[Information]:
using WearWatch.Diagnosis.Facts;
using WearWatch.Diagnosis.Statistics;
using WearWatch.Diagnosis.Steering;

namespace WearWatch.Diagnosis.Roads;

/// <summary>
/// Fleet road model: one latent bank a cell that torque, angle and acceleration all inform.
/// torque = pull of the vehicle + gain of the class × bank; angle likewise; bank reading = (1 + roll) × bank + bias of the vehicle.
/// A cell's bank is drawn to the usual crown of its traffic side; a group of vehicles that shares no cell with others has, on top, an
/// unknown mean of its own roads, which is what keeps the errors of lone vehicles honest.
/// </summary>
public static class RoadModel
{
    private const int Rounds = 2; // the class spreads are estimated once and used once
    private const int LeastCellsForWidth = 10;

    public static RoadFit Fit(IReadOnlyList<StraightRun> runs, IReadOnlyList<RoadVehicle> vehicles)
    {
        var problem = new RoadProblem(runs, vehicles);
        var solve = new RoadSolve(problem);
        if (problem.Unknowns > 0)
        {
            for (var round = 0; round < Rounds; round++)
            {
                if (round > 0) solve.UpdateSpreads();
                solve.Run();
            }
        }
        var variance = problem.Unknowns > 0 ? solve.Variances() : [];
        var bankVariance = problem.Unknowns > 0 ? solve.BankVariances() : [];
        return new()
        {
            Vehicles = new VehicleReading(problem, solve, variance, bankVariance).All(),
            Gains = problem.Gains.Select((g, i) => new ClassGain
            {
                Class = g.Class,
                Torque = g.Torque,
                TorqueNmPerSine = At(problem.TorqueGain[i], solve, variance),
                AngleDegPerSine = At(problem.AngleGain[i], solve, variance),
            }).ToArray(),
            Crowns = Crowns(problem, solve, variance).ToArray(),
            Cells = Cells(problem, solve, bankVariance),
            Spreads = Enum.GetValues<Witness>().Select(w => new WitnessSpread(w, solve.Noise[(int)w].Run, solve.Noise[(int)w].Trip)).ToArray(),
            Components = problem.Components,
            Iterations = solve.Iterations,
            Converged = solve.Converged || problem.Unknowns == 0,
        };
    }

    private static Estimate? At(int unknown, RoadSolve solve, double[] variance) =>
        unknown < 0 ? null : new(solve.U[unknown], Math.Sqrt(variance[unknown]));

    private static IEnumerable<UsualCrown> Crowns(RoadProblem p, RoadSolve solve, double[] variance)
    {
        for (var s = 0; s < 2; s++)
        {
            if (At(p.Crown[s], solve, variance) is not { } bank) continue;
            var away = Enumerable.Range(0, solve.Bank.Length).Where(c => p.CellList[c].Side == s && p.CellList[c].Name is not null)
                .Select(c => Math.Pow(solve.Bank[c] - bank.Value - solve.U[p.Component[p.ComponentOfVehicle[p.CellList[c].Vehicle]]], 2)).ToArray();
            yield return new((TrafficSide)s, bank, away.Length >= LeastCellsForWidth ? Math.Sqrt(away.Average()) : RoadPriors.CellWidth);
        }
    }

    private static CellBank[] Cells(RoadProblem p, RoadSolve solve, double[] bankVariance)
    {
        var runs = new HashSet<int>[solve.Bank.Length];
        var vehicles = new HashSet<int>[solve.Bank.Length];
        foreach (var o in p.Observations)
        {
            (runs[o.Cell] ??= []).Add(o.Run);
            (vehicles[o.Cell] ??= []).Add(o.Vehicle);
        }
        return Enumerable.Range(0, solve.Bank.Length).Where(c => p.CellList[c].Name is not null)
            .Select(c => new CellBank(p.CellList[c].Name!, new(solve.Bank[c], Math.Sqrt(bankVariance[c])), runs[c].Count, vehicles[c].Count))
            .OrderBy(c => c.Cell, StringComparer.Ordinal).ToArray();
    }
}
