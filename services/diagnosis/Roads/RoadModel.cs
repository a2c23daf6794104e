using WearWatch.Diagnosis.Facts;
using WearWatch.Diagnosis.Statistics;
using WearWatch.Diagnosis.Steering;

namespace WearWatch.Diagnosis.Roads;

/// <summary>
/// Fleet road model: one latent bank a cell that torque, angle and acceleration all inform.
/// torque = pull of the vehicle + gain of the class × bank; angle likewise; bank reading = (1 + roll) × bank + bias of the vehicle.
/// A cell's bank is drawn to the usual crown of its traffic side; a group of vehicles that shares no cell with others has, on top, an
/// unknown mean of its own roads, which is what keeps the errors of lone vehicles honest.
/// </summary>
public static class RoadModel
{
    /// <summary>Unknowns of a group of vehicles up to which its standard errors come from the dense inverse; beyond, from random probes.</summary>
    public const int DenseUpTo = 400;

    private const int LeastCellsForWidth = 10;

    public static RoadFit Fit(IReadOnlyCollection<StraightRun> runs, IReadOnlyList<RoadVehicle> vehicles) => Fit(RoadRuns.Of(runs), vehicles);

    /// <summary>The fit from all runs: a function of them and the vehicles alone, whatever the order they came in.</summary>
    /// <param name="runs">Runs of vehicles that are not listed are left out.</param>
    /// <param name="vehicles">Each at most once.</param>
    /// <param name="denseUpTo">See <see cref="DenseUpTo"/>.</param>
    public static RoadFit Fit(RoadRuns runs, IReadOnlyList<RoadVehicle> vehicles, int denseUpTo = DenseUpTo)
    {
        var problem = new RoadProblem(runs, vehicles);
        var solve = new RoadSolve(problem);
        // The class spreads are estimated once, at a rough solution, and used once.
        solve.Run(roughly: true);
        solve.Settle();
        var rough = new RoadErrors(solve.System, denseUpTo, roughly: true);
        solve.UpdateSpreads(rough.Variances());
        solve.Run(roughly: false);
        solve.Settle();
        return Publish(problem, solve, new RoadErrors(solve.System, denseUpTo));
    }

    /// <summary>
    /// Brings an earlier fit forward by new runs without the old ones: what it found, with its errors, is where the vehicles and cells
    /// that the new runs touch start from. Provisional: gains, crowns and spreads stay, and so do all other vehicles.
    /// </summary>
    /// <param name="earlier">A full fit, or one brought forward before.</param>
    /// <param name="runs">Runs that the earlier fit has not seen.</param>
    /// <param name="vehicles">As for a full fit; those without a new run may be left out.</param>
    public static RoadFit Update(RoadFit earlier, RoadRuns runs, IReadOnlyList<RoadVehicle> vehicles)
    {
        var start = new RoadEarlier(earlier, runs);
        var problem = new RoadProblem(runs, vehicles.Where(v => start.Touched(v.VehicleId)).ToArray(), start.Knows);
        var solve = new RoadSolve(problem, start);
        solve.Run(roughly: true);
        solve.Settle();
        return start.Forward(Publish(problem, solve, new RoadErrors(solve.System, DenseUpTo)));
    }

    private static RoadFit Publish(RoadProblem problem, RoadSolve solve, RoadErrors errors)
    {
        var (variance, bankVariance, levelVariance) = (errors.Variances(), errors.CellVariances(), errors.LevelVariances());
        return new()
        {
            Vehicles = new VehicleReading(problem, solve, variance, bankVariance, levelVariance).All(),
            Gains = problem.Gains.Select((g, i) => new ClassGain
            {
                Class = g.Class,
                Torque = g.Torque,
                TorqueNmPerSine = Gain(problem, solve, variance, i, Witness.Torque),
                AngleDegPerSine = Gain(problem, solve, variance, i, Witness.Angle),
                PullSpreadNm = solve.PullSpread[i],
                OffCentreSpreadDeg = solve.OffCentreSpread[i],
            }).ToArray(),
            Crowns = Crowns(problem, solve, variance).ToArray(),
            Cells = Cells(problem, solve, bankVariance),
            Spreads = Enum.GetValues<Witness>().Select(w => new WitnessSpread(w, solve.Noise[(int)w].Run, solve.Noise[(int)w].Trip)).ToArray(),
            ReadingZeroSpread = solve.ReadingSpread,
            Components = problem.Components,
            Iterations = solve.Iterations,
            Converged = solve.Converged,
        };
    }

    private static Estimate? Gain(RoadProblem p, RoadSolve solve, double[] variance, int gain, Witness witness)
    {
        for (var v = 0; v < p.Vehicles.Length; v++)
        {
            if (p.GainOf[v] != gain || !p.Present[RoadProblem.Lanes * v + (int)witness]) continue;
            var unknown = solve.System.GainAt + RoadProblem.Lanes * gain + (int)witness;
            return new(solve.System.U[unknown], Math.Sqrt(variance[unknown]));
        }
        return null;
    }

    private static IEnumerable<UsualCrown> Crowns(RoadProblem p, RoadSolve solve, double[] variance)
    {
        var s = solve.System;
        var sides = Enumerable.Range(0, p.Cells).ToLookup(c => s.CellSide[c]);
        foreach (var side in Enum.GetValues<TrafficSide>())
        {
            if (!sides.Contains((int)side)) continue;
            var (sum, count) = (0.0, 0);
            foreach (var c in sides[(int)side])
            {
                if (p.CellName(c) is null) continue;
                sum += Math.Pow(s.Bank[c] - s.U[s.CrownAt + (int)side] - s.U[s.LevelAt + s.CellComponent[c]], 2);
                count++;
            }
            var bank = new Estimate(s.U[s.CrownAt + (int)side], Math.Sqrt(variance[s.CrownAt + (int)side]));
            yield return new(side, bank, count >= LeastCellsForWidth ? Math.Sqrt(sum / count) : RoadPriors.CellWidth);
        }
    }

    private static CellBank[] Cells(RoadProblem p, RoadSolve solve, double[] bankVariance)
    {
        var cells = new List<CellBank>();
        for (var c = 0; c < p.Cells; c++)
        {
            if (p.CellName(c) is not { } name) continue;
            var runs = 0;
            for (var j = p.Graph.CellFrom[c]; j < p.Graph.CellFrom[c + 1]; j++) runs += p.Graph.SightingFrom[p.Graph.PairOf[j] + 1] - p.Graph.SightingFrom[p.Graph.PairOf[j]];
            cells.Add(new(name, new(solve.System.Bank[c], Math.Sqrt(bankVariance[c])), runs, p.Graph.CellFrom[c + 1] - p.Graph.CellFrom[c]));
        }
        cells.Sort((a, b) => string.CompareOrdinal(a.Cell, b.Cell));
        return [.. cells];
    }
}
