using System.Runtime.Intrinsics;

namespace WearWatch.Diagnosis.Roads;

/// <summary>
/// How far each vehicle's own gain departs from its class's, read off the solved fit: a regression of the vehicle's residuals on the bank,
/// pair by pair of vehicle and cell, with the level free and the slope drawn to the class (a random slope; Laird and Ware 1982). The angle's
/// gain is the difference of two slip angles, front less rear, and differs between sound vehicles of a class by a fifth or more; on roads
/// that fall one way all the time that difference moves the figure by as much as a week's driving does.
/// The bank of a cell is taken as the others leave it, or the vehicle would be compared with itself.
/// </summary>
internal sealed class OwnGains
{
    private const int Lanes = RoadProblem.Lanes, Read = 2; // torque and angle; the bank reading's gain is fixed
    private const int MostRounds = 200;
    private const double Settled = 1e-4, MostSpreads = 3;
    private const double LeastOfOthers = 1e-9; // of a cell's weight, below which nobody else tells of it

    private readonly double[] _mean, _square, _slope; // by vehicle and witness: mean bank, squares about it, their product with the residuals
    private readonly double[] _spread;                // of the gains of a class, by class and witness
    private readonly RoadProblem _p;
    private readonly RoadSolve _solve;
    private readonly int[] _same; // vehicle that stands for those of the same gain

    public OwnGains(RoadProblem problem, RoadSolve solve)
    {
        (_p, _solve) = (problem, solve);
        var n = Read * problem.Vehicles.Length;
        (_mean, _square, _slope) = (new double[n], new double[n], new double[n]);
        problem.Graph.ByVehicle.Each((_, from, to) =>
        {
            for (var v = from; v < to; v++) Regress(v);
        });
        _same = Same(problem.Vehicles);
        // A vehicle that enters twice has one gain: both parts tell of it, each about its own mean.
        for (var v = 0; v < _same.Length; v++)
            for (var lane = 0; lane < Read && _same[v] != v; lane++)
            {
                _square[Read * _same[v] + lane] += _square[Read * v + lane];
                _slope[Read * _same[v] + lane] += _slope[Read * v + lane];
            }
        _spread = new double[Read * problem.Gains.Length];
        for (var g = 0; g < _spread.Length; g++) _spread[g] = Spread(g / Read, g % Read);
    }

    /// <summary>One standard deviation of the gains within a class.</summary>
    public double Spread(int gain, Witness witness) => _spread[Read * gain + (int)witness];

    /// <summary>Mean bank under the vehicle's runs of a witness.</summary>
    public double MeanBank(int vehicle, Witness witness) => _mean[Read * vehicle + (int)witness];

    /// <summary>What the vehicle's own gain adds to a figure that stands on the class's, and the variance it brings.</summary>
    public (double Shift, double Variance) Of(int vehicle, Witness witness)
    {
        var (mean, own) = (_mean[Read * vehicle + (int)witness], Departure(vehicle, witness));
        return (-own.Value * mean, own.Variance * mean * mean);
    }

    /// <summary>Own gain less the class's, and its variance.</summary>
    public (double Value, double Variance) Departure(int vehicle, Witness witness)
    {
        var (at, spread) = (Read * _same[vehicle] + (int)witness, Spread(_p.GainOf[vehicle], witness));
        var weight = _square[at] + 1 / (spread * spread);
        return (_slope[at] / weight, 1 / weight);
    }

    private static int[] Same(RoadVehicle[] vehicles)
    {
        var (first, same) = (new Dictionary<string, int>(vehicles.Length, StringComparer.Ordinal), new int[vehicles.Length]);
        for (var v = 0; v < same.Length; v++)
        {
            var name = vehicles[v].SameAs ?? vehicles[v].VehicleId;
            same[v] = first.TryGetValue(name, out var known) ? known : first[name] = v;
        }
        return same;
    }

    private void Regress(int v)
    {
        var (graph, system) = (_p.Graph, _solve.System);
        var (run, trip) = RoadWeighing.Squares(_solve.Noise);
        var (gain, mine) = (Vector256.LoadUnsafe(ref system.Gain[Lanes * _p.GainOf[v]]), Vector256.LoadUnsafe(ref system.U[Lanes * v]));
        var sums = new Sums[Read];
        for (var e = graph.VehicleFrom[v]; e < graph.VehicleFrom[v + 1]; e++)
        {
            var (bank, pivot) = (system.Bank[graph.CellOf[e]], system.Pivot[graph.CellOf[e]]);
            var (predicted, weights, pull) = (mine + gain * bank, Vector256<double>.Zero, Vector256<double>.Zero);
            for (var i = graph.SightingFrom[e]; i < graph.SightingFrom[e + 1]; i++)
            {
                var (own, residual) = (Vector128.LoadUnsafe(ref _p.Variances[RoadProblem.Witnesses * i]), RoadSystem.Widen(Vector128.LoadUnsafe(ref _p.Values[RoadProblem.Witnesses * i])) - predicted);
                var weight = RoadWeighing.Weight(residual, own, Vector128.LoadUnsafe(ref _p.TripSize[Lanes * _p.Trip[i]]), run, trip, Vector128.Sqrt(own + run + trip), robust: true);
                weights += weight;
                pull += weight * residual;
            }
            for (var lane = 0; lane < Read; lane++)
            {
                var others = pivot - weights[lane] * gain[lane] * gain[lane];
                if (!(weights[lane] > 0) || !(others > LeastOfOthers * pivot)) continue;
                // Without this witness's own say the bank stands elsewhere, and its error counts against the pair.
                var without = bank - gain[lane] * pull[lane] / others;
                sums[lane].Add(1 / (1 / weights[lane] + gain[lane] * gain[lane] / others), without, pull[lane] / weights[lane] + gain[lane] * (bank - without));
            }
        }
        for (var lane = 0; lane < Read; lane++)
        {
            var s = sums[lane];
            if (!(s.Weight > 0)) continue;
            var at = Read * v + lane;
            _mean[at] = s.Bank / s.Weight;
            _square[at] = Math.Max(0, s.Square - _mean[at] * s.Bank);
            _slope[at] = s.Product - _mean[at] * s.Left;
        }
    }

    /// <summary>Weighted sums of a regression of residuals on the bank.</summary>
    private struct Sums
    {
        public double Weight, Bank, Square, Left, Product;

        public void Add(double weight, double bank, double left)
        {
            Weight += weight;
            Bank += weight * bank;
            Square += weight * bank * bank;
            Left += weight * left;
            Product += weight * bank * left;
        }
    }

    /// <summary>Spread of a class's gains by expectation and maximisation (Dempster, Laird and Rubin 1977), drawn to the prior by four vehicles' worth.</summary>
    private double Spread(int gain, int lane)
    {
        var class_ = _solve.System.Gain[Lanes * gain + lane];
        var prior = RoadPriors.OwnGainSpread * Math.Abs(class_);
        var of = Enumerable.Range(0, _same.Length).Where(v => _same[v] == v && _p.GainOf[v] == gain && _square[Read * v + lane] > 0).ToArray();
        var variance = prior * prior;
        for (var round = 0; round < MostRounds; round++)
        {
            var sum = RoadPriors.PriorCount * prior * prior;
            foreach (var v in of)
            {
                var weight = _square[Read * v + lane] + 1 / variance;
                var own = _slope[Read * v + lane] / weight;
                sum += Math.Min(own * own, MostSpreads * MostSpreads * variance) + 1 / weight;
            }
            var next = sum / (RoadPriors.PriorCount + of.Length);
            var moved = Math.Abs(next - variance);
            variance = next;
            if (moved <= Settled * variance) break;
        }
        return Math.Sqrt(variance);
    }
}
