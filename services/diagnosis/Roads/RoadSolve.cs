using WearWatch.Diagnosis.Facts;
using WearWatch.Diagnosis.Statistics;
using WearWatch.Diagnosis.Steering;

namespace WearWatch.Diagnosis.Roads;

/// <summary>
/// The fit's numbers on their way: Gauss–Newton on the product of gain and bank, Huber weights (Huber 1964) on every observation
/// and on every vehicle's departure from its class, variances beyond the runs' own errors re-estimated in each step. Each step is
/// solved only as far as the weights deserve; the next one starts where it ended.
/// </summary>
internal sealed class RoadSolve
{
    private const int Lanes = RoadProblem.Lanes;
    private const int MostIterations = 300;
    private const double Settled = 5e-5, Roughly = 2e-2; // of the prior standard deviations
    private const double Fall = 0.03;
    private const int Renewed = 6; // steps a preconditioner serves once the weights hardly change

    private readonly RoadProblem _p;
    private readonly RoadWeighing _weighing;
    private readonly TripSpread _spread;
    private readonly RoadEarlier? _earlier;
    private readonly double[] _scale;
    private readonly double[] _centre;
    private readonly bool[] _held; // by an earlier fit: neither robust nor taken out again

    public RoadSolve(RoadProblem problem, RoadEarlier? earlier = null)
    {
        (_p, _earlier) = (problem, earlier);
        var sides = Enumerable.Range(0, problem.Cells).Select(problem.SideOf).ToArray();
        System = new(problem.Graph, problem.GainOf, problem.Gains.Length, problem.ComponentOfVehicle, problem.CellComponent, problem.Components, sides);
        _spread = new(problem);
        _weighing = new(problem, System, _spread);
        (_scale, _centre, _held) = (new double[System.Size], new double[System.Size], new bool[System.Size]);
        PullSpread = problem.Gains.Select(g => RoadPriors.PullSpread(g.Class)).ToArray();
        OffCentreSpread = problem.Gains.Select(_ => RoadPriors.OffCentreSpread).ToArray();
        Array.Fill(_scale, 1);
        Roads();
        Scale();
        earlier?.Hold(problem, this, _centre, _scale, _held);
        earlier?.TakeOwnGains(problem, this, _centre);
        _centre.CopyTo(System.U, 0);
    }

    public RoadSystem System { get; }
    public double[] PullSpread { get; }
    public double[] OffCentreSpread { get; }
    /// <summary>One standard deviation of the zeros of the bank readings.</summary>
    public double ReadingSpread { get; private set; } = RoadPriors.AccelerometerBias;
    public (double Run, double Trip)[] Noise { get; } = [RoadPriors.Noise(Witness.Torque), RoadPriors.Noise(Witness.Angle), RoadPriors.Noise(Witness.BankReading)];
    public int Iterations { get; private set; }
    public bool Converged { get; private set; }

    /// <summary>Solves until nothing moves by more than 1/20 000 of its prior, hundreds of times less than its error; or roughly, by a fiftieth.</summary>
    public void Run(bool roughly)
    {
        Converged = false;
        for (var iteration = 0; iteration < MostIterations && !Converged; iteration++)
        {
            Weigh();
            System.Prepare(afresh: Iterations < 2 || Iterations == 3 || iteration % Renewed == 0);
            var moved = Spreads();
            var change = System.Step(Fall);
            for (var i = 0; i < change.Length; i++) moved = Math.Max(moved, Math.Abs(change[i]) / _scale[i]);
            Converged = moved < (roughly ? Roughly : Settled) && iteration > 0;
            Iterations++;
        }
    }

    /// <summary>Takes the system as it stands at the solution, for its errors.</summary>
    public void Settle()
    {
        Weigh();
        System.Prepare();
    }

    /// <summary>
    /// A vehicle's figure as the others leave it: its own pull towards the class is taken out again, so that it is not shrunk, while
    /// the class still holds the level that all share. What an earlier fit found stays in.
    /// </summary>
    /// <returns>Null where the vehicle's own runs say nothing.</returns>
    public Estimate? Unshrunk(int vehicle, Witness witness, double variance)
    {
        var unknown = Lanes * vehicle + (int)witness;
        if (!_p.Present[unknown]) return null;
        if (_held[unknown]) return new(System.U[unknown], Math.Sqrt(variance));
        var own = System.PriorWeight[unknown];
        var left = 1 / variance - own;
        return left > 1e-6 * own ? new(System.U[unknown] / variance / left, Math.Sqrt(1 / left)) : null;
    }

    /// <summary>Whether an earlier fit holds the figure.</summary>
    public bool Held(int vehicle, Witness witness) => _held[Lanes * vehicle + (int)witness];

    /// <summary>Spread of a class: the median size of its vehicles' figures less their errors, drawn to the prior by four vehicles' worth.</summary>
    public void UpdateSpreads(double[] variance)
    {
        for (var g = 0; g < _p.Gains.Length; g++)
        {
            PullSpread[g] = Spread(Witness.Torque, v => _p.GainOf[v] == g && !_p.Vehicles[v].FoundInOrder, variance, RoadPriors.PullSpread(_p.Gains[g].Class));
            OffCentreSpread[g] = Spread(Witness.Angle, v => _p.GainOf[v] == g && !_p.Vehicles[v].FoundInOrder, variance, RoadPriors.OffCentreSpread);
        }
        ReadingSpread = Spread(Witness.BankReading, v => _p.Vehicles[v].SameAs is null, variance, RoadPriors.AccelerometerBias);
        Scale();
    }

    private double Spread(Witness witness, Func<int, bool> counts, double[] variance, double prior)
    {
        var figures = new List<Estimate>();
        for (var v = 0; v < _p.Vehicles.Length; v++)
            if (counts(v) && Unshrunk(v, witness, variance[Lanes * v + (int)witness]) is { } figure) figures.Add(figure);
        if (figures.Count == 0) return prior;
        var size = 1.4826 * RobustMean.Median(figures.Select(e => Math.Abs(e.Value)).Order().ToArray());
        var error = RobustMean.Median(figures.Select(e => e.StandardError).Order().ToArray());
        var found = Math.Max(0, size * size - error * error);
        return Math.Sqrt((RoadPriors.PriorCount * prior * prior + figures.Count * found) / (RoadPriors.PriorCount + figures.Count));
    }

    /// <summary>Every cell starts at the usual crown of its side and is drawn to its component's level.</summary>
    private void Roads()
    {
        for (var c = 0; c < _p.Cells; c++)
        {
            System.Bank[c] = RoadPriors.SignedCrown((TrafficSide)System.CellSide[c]);
            System.Priors[c] = new(0, 1 / (RoadPriors.CellWidth * RoadPriors.CellWidth), OnLevel: true);
        }
    }

    /// <summary>Prior mean and standard deviation of each unknown; change is measured by the latter too.</summary>
    private void Scale()
    {
        for (var v = 0; v < _p.Vehicles.Length; v++)
        {
            var (g, anchored) = (_p.GainOf[v], _p.Vehicles[v].FoundInOrder);
            _scale[Lanes * v] = anchored ? RoadPriors.AnchoredPull : PullSpread[g];
            _scale[Lanes * v + 1] = anchored ? RoadPriors.AnchoredOffCentre : OffCentreSpread[g];
            _scale[Lanes * v + 2] = ReadingSpread;
        }
        for (var k = 0; k < _p.Components; k++) _scale[System.LevelAt + k] = RoadPriors.LevelError(_p.VehiclesOf[k]);
        for (var g = 0; g < _p.Gains.Length; g++)
        {
            var at = System.GainAt + Lanes * g;
            (_centre[at], _centre[at + 1]) = (RoadPriors.TorqueGain(_p.Gains[g].Class, _p.Gains[g].Torque), RoadPriors.AngleGain(_p.Gains[g].Class));
            (_scale[at], _scale[at + 1]) = (RoadPriors.GainSpread * _centre[at], RoadPriors.GainSpread * _centre[at + 1]);
        }
        for (var side = 0; side < 2; side++)
            (_centre[System.CrownAt + side], _scale[System.CrownAt + side]) = (RoadPriors.SignedCrown((TrafficSide)side), RoadPriors.CrownError);
    }

    /// <summary>Observations and priors weighed about the present values; the first time all alike, being far from any answer.</summary>
    private void Weigh()
    {
        for (var g = 0; g < _p.Gains.Length; g++)
        {
            var at = System.GainAt + Lanes * g;
            (System.Gain[Lanes * g], System.Gain[Lanes * g + 1], System.Gain[Lanes * g + 2]) = (System.U[at], System.U[at + 1], 1 + SteeringEquations.RollGain);
        }
        Array.Clear(System.Force);
        _weighing.Pass(Noise, robust: Iterations > 0 || _earlier is not null);
        for (var i = 0; i < System.Size; i++)
        {
            var away = (_centre[i] - System.U[i]) / _scale[i];
            var robust = i < System.LevelAt && i % Lanes < 2 && !_held[i];
            System.PriorWeight[i] = (robust ? Math.Min(1, RobustMean.HuberK / Math.Abs(away)) : 1) / (_scale[i] * _scale[i]);
            System.Force[i] += System.PriorWeight[i] * (_centre[i] - System.U[i]);
        }
    }

    /// <summary>Spreads for the next step from this step's residuals.</summary>
    /// <returns>Largest relative change.</returns>
    private double Spreads()
    {
        if (Iterations == 0 || _earlier is not null) return 0;
        var moved = 0.0;
        for (var w = 0; w < Noise.Length; w++)
        {
            var next = _spread.Of((Witness)w, _weighing.Within[w], _weighing.Between[w], System.Taken[w]);
            // A trip's spread counts only as far as it adds to the run's.
            moved = Math.Max(moved, (Math.Abs(next.Run - Noise[w].Run) + Math.Abs(next.Trip - Noise[w].Trip)) / (Noise[w].Run + Noise[w].Trip));
            Noise[w] = next;
        }
        return moved;
    }
}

[Exercise directions]:
In the listing above, transcribe exactly everything from the line containing "filename services/diagnosis/Roads/RoadModel.cs" down to the line containing "from random probes.</summary>", including both and nothing more.

[Expected answer]:
filename services/diagnosis/Roads/RoadModel.cs
repository a2c23daf6794104e
using WearWatch.Diagnosis.Facts;
using WearWatch.Diagnosis.Statistics;
using WearWatch.Diagnosis.Steering;

namespace WearWatch.Diagnosis.Roads;

/// <summary>
/// Fleet road model: one latent bank a cell that torque, angle and acceleration all inform.
/// torque = pull of the vehicle + gain of the class × bank; angle likewise; bank reading = (1 + roll) × bank + bias of the vehicle.
/// A cell's bank is drawn to the usual crown of its traffic side; a group of vehicles that shares no cell with others has, on top, an
/// unknown mean of its own roads, which is what keeps the errors of lone vehicles honest.
/// </summary>
public static class RoadModel
{
    /// <summary>Unknowns of a group of vehicles up to which its standard errors come from the dense inverse; beyond, from random probes.</summary>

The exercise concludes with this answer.